(Exercise) Lines below that include the word "queries" should each be copied.

(Entries supplied)
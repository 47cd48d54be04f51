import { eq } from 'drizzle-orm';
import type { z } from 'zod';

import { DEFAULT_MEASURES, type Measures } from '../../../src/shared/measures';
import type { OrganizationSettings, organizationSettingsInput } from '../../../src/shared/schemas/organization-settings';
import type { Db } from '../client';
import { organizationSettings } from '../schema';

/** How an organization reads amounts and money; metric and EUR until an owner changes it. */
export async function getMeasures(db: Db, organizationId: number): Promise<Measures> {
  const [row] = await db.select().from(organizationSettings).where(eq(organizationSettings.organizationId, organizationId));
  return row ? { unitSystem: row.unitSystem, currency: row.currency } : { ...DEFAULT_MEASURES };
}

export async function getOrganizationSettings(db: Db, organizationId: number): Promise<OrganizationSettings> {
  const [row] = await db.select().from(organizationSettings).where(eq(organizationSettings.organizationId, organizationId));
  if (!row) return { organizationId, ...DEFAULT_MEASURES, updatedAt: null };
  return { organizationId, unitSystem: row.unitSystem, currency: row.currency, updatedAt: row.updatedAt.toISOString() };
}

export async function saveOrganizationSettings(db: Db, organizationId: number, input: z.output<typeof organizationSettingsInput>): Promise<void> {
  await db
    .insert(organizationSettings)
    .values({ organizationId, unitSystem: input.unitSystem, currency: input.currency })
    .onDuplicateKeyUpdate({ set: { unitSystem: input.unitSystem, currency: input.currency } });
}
--
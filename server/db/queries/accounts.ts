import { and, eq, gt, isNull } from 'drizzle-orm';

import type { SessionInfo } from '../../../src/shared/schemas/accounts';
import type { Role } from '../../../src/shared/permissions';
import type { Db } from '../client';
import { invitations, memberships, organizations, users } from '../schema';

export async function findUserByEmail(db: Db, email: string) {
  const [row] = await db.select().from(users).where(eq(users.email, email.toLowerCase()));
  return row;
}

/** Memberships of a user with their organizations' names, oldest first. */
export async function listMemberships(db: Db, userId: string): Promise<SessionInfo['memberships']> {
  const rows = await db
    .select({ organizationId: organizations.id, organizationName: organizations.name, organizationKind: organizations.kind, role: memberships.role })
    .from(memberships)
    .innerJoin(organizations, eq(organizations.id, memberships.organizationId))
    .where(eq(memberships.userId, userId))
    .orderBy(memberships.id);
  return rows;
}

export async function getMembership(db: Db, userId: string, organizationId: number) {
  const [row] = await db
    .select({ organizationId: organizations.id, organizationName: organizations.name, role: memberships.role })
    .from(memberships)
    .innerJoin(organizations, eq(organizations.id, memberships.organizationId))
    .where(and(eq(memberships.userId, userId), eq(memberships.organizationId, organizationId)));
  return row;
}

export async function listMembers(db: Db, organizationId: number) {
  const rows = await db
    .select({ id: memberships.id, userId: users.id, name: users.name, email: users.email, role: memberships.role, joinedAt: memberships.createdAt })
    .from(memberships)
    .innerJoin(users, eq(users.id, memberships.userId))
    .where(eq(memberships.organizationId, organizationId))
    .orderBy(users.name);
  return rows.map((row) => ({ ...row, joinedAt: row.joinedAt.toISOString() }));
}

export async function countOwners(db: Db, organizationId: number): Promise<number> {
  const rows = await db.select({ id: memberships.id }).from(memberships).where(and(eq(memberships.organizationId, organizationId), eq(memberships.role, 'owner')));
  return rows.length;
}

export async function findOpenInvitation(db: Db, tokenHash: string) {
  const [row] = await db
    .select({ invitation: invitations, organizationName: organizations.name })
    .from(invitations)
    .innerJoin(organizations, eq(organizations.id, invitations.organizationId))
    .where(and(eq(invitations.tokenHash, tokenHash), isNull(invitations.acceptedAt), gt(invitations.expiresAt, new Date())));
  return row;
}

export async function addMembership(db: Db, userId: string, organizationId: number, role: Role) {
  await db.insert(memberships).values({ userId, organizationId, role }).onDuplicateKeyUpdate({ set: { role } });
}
---
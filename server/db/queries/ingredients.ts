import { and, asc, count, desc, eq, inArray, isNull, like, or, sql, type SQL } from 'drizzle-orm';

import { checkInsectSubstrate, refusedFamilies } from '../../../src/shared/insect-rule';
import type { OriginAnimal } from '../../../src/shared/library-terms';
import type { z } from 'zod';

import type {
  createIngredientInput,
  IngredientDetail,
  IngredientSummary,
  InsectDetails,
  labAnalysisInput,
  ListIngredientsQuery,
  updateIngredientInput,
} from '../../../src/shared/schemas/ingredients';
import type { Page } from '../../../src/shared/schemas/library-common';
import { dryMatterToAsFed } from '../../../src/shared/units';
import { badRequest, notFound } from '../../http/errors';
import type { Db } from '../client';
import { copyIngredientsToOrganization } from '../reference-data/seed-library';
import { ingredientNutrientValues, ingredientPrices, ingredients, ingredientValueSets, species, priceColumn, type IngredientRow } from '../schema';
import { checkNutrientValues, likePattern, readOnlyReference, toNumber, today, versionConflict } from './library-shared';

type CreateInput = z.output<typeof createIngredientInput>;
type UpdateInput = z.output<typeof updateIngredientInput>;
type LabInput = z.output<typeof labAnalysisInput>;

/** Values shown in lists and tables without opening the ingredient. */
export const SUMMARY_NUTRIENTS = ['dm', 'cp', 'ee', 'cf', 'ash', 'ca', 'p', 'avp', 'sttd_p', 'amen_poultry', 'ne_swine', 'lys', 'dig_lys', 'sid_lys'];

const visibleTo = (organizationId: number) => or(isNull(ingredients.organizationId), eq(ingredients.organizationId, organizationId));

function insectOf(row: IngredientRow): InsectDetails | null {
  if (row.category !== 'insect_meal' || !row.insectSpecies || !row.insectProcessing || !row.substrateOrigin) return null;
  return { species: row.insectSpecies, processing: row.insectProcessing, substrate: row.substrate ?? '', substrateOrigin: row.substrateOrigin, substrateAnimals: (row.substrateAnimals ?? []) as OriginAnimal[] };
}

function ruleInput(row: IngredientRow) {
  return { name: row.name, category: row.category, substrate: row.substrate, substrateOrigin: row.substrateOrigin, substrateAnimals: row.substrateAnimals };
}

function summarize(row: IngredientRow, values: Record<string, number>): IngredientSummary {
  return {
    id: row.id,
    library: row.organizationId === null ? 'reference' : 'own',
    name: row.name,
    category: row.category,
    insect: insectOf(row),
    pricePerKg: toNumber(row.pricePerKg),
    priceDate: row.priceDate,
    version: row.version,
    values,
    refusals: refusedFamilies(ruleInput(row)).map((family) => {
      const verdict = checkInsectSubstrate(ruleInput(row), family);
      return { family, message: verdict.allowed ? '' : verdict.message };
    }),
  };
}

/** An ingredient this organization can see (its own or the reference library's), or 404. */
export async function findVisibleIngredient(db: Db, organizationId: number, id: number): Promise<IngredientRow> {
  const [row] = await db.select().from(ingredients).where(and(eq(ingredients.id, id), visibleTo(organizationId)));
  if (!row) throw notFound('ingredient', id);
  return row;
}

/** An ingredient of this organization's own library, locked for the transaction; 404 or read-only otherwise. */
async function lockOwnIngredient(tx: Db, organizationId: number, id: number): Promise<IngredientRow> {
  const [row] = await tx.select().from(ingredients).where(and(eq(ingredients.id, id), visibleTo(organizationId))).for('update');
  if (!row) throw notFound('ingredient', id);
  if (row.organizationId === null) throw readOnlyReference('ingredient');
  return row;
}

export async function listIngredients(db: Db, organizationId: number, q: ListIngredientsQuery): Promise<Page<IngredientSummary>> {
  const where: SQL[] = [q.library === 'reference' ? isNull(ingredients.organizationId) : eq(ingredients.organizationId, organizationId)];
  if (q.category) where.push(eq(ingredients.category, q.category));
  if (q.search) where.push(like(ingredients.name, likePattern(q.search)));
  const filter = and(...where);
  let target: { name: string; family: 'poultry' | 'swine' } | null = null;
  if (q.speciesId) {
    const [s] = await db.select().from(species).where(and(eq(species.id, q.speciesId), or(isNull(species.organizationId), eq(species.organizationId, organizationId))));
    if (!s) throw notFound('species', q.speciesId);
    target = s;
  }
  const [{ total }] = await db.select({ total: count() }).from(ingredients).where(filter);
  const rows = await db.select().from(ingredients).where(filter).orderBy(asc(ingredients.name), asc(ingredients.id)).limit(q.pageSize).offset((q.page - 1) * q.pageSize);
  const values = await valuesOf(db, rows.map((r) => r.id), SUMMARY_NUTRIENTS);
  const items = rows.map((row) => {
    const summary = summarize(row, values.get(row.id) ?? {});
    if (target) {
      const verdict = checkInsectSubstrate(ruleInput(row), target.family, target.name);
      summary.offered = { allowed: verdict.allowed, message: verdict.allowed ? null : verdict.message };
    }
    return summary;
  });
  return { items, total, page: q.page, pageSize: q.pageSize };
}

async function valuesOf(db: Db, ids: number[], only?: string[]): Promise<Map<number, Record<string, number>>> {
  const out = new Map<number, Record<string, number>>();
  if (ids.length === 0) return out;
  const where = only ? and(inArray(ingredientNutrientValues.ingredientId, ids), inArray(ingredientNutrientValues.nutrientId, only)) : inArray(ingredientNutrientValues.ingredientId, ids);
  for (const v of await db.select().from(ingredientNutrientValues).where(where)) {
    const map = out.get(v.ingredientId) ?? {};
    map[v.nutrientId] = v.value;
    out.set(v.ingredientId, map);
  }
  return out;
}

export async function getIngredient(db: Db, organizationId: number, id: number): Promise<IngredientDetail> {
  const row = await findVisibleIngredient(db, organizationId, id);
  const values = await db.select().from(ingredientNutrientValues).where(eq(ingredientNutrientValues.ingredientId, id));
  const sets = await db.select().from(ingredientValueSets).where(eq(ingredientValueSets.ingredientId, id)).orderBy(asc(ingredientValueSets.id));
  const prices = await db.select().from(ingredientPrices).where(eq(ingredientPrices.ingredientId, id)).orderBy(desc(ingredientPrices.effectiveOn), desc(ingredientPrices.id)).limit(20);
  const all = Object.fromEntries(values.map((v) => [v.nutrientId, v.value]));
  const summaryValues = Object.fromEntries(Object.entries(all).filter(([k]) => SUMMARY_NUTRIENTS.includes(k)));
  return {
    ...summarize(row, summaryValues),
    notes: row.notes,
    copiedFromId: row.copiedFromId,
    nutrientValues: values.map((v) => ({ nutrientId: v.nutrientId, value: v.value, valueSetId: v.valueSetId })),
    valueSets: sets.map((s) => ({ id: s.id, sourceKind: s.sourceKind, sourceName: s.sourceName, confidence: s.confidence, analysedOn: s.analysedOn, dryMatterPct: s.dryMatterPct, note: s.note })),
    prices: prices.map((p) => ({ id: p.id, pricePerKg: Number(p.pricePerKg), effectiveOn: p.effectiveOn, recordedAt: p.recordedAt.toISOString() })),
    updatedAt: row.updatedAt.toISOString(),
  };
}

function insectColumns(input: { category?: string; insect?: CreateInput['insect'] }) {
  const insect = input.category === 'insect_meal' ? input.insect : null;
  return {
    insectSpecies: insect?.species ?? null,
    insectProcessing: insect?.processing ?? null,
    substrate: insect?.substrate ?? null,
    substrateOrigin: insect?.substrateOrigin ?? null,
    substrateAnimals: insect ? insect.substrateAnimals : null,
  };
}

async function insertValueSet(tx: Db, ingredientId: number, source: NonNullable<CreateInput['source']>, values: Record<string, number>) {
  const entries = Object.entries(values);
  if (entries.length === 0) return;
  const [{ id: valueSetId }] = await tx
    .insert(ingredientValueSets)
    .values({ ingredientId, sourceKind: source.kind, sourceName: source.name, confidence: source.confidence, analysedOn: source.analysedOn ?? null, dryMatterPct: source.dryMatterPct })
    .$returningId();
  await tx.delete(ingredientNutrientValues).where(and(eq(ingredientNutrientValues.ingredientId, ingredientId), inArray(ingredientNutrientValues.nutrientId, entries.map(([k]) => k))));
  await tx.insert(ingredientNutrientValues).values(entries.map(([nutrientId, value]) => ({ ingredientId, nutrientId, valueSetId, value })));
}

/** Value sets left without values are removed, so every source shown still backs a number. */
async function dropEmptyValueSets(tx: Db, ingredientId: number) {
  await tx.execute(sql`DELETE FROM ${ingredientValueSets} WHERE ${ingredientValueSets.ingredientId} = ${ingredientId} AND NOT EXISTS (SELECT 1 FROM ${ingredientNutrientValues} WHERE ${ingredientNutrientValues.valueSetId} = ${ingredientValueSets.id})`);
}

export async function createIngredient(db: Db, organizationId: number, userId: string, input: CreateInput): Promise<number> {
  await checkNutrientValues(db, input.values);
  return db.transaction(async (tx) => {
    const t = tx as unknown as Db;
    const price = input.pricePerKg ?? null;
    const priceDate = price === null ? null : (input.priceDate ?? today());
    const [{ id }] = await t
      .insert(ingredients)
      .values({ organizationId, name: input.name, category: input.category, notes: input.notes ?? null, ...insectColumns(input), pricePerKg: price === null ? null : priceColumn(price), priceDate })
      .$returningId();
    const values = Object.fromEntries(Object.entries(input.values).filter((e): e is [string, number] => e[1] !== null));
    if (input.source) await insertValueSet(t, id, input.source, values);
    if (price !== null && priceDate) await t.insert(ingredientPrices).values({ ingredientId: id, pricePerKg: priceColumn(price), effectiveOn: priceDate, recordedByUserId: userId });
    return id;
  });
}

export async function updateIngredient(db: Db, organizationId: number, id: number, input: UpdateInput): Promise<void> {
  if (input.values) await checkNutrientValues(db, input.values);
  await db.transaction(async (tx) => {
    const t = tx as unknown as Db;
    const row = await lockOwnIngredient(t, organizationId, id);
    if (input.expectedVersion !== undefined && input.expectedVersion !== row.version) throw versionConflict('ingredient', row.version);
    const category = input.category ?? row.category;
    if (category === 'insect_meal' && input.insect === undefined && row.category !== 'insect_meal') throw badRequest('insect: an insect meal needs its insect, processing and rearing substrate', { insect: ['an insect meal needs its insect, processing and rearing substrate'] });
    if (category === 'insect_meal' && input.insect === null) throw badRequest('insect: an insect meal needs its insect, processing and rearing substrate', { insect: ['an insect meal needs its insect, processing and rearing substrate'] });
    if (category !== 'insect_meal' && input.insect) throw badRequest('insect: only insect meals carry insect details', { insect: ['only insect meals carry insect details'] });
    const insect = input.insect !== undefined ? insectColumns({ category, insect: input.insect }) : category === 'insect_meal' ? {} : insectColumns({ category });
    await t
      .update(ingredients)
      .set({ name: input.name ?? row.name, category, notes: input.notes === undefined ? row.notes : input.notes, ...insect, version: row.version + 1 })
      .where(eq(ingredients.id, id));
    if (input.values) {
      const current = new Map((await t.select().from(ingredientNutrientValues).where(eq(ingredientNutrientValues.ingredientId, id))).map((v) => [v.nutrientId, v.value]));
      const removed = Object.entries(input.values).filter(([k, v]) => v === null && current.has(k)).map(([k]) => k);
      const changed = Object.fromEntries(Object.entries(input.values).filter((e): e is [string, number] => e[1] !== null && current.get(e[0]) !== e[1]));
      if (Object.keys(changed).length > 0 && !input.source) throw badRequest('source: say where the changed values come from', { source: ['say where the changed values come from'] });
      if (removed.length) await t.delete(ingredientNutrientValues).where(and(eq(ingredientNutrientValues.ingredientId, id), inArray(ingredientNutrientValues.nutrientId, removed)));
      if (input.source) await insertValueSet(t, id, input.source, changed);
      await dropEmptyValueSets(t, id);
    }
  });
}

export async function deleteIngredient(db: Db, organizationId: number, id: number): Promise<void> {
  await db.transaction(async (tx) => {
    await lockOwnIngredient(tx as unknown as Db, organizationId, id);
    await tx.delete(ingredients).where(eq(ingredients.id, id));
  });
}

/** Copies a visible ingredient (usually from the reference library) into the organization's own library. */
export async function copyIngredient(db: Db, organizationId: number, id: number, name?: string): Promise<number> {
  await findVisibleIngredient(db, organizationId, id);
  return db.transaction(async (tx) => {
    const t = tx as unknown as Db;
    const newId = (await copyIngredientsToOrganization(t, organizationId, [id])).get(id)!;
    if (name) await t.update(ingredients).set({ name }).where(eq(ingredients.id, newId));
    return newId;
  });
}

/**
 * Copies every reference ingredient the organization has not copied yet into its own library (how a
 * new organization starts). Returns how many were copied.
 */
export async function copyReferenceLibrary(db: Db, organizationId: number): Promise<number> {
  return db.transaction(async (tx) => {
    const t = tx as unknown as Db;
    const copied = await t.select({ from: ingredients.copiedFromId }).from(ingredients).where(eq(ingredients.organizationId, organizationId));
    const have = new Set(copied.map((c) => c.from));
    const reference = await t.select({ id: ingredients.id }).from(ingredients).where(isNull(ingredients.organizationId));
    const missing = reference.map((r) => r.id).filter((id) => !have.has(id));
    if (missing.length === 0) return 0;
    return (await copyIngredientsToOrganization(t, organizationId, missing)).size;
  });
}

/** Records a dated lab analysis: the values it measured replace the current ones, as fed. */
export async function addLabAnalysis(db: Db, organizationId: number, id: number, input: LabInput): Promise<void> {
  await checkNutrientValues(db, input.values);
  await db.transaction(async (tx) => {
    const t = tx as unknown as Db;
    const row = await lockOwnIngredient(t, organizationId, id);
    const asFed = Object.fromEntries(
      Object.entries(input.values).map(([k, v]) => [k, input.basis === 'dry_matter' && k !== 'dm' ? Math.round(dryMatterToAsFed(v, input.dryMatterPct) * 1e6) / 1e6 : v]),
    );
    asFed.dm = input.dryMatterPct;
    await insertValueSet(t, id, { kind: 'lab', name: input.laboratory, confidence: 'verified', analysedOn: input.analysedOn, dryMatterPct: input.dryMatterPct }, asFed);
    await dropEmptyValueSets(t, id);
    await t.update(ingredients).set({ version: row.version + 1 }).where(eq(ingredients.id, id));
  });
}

(Exercise answer)
filename server/db/queries/accounts.ts
filename server/db/queries/ingredients.ts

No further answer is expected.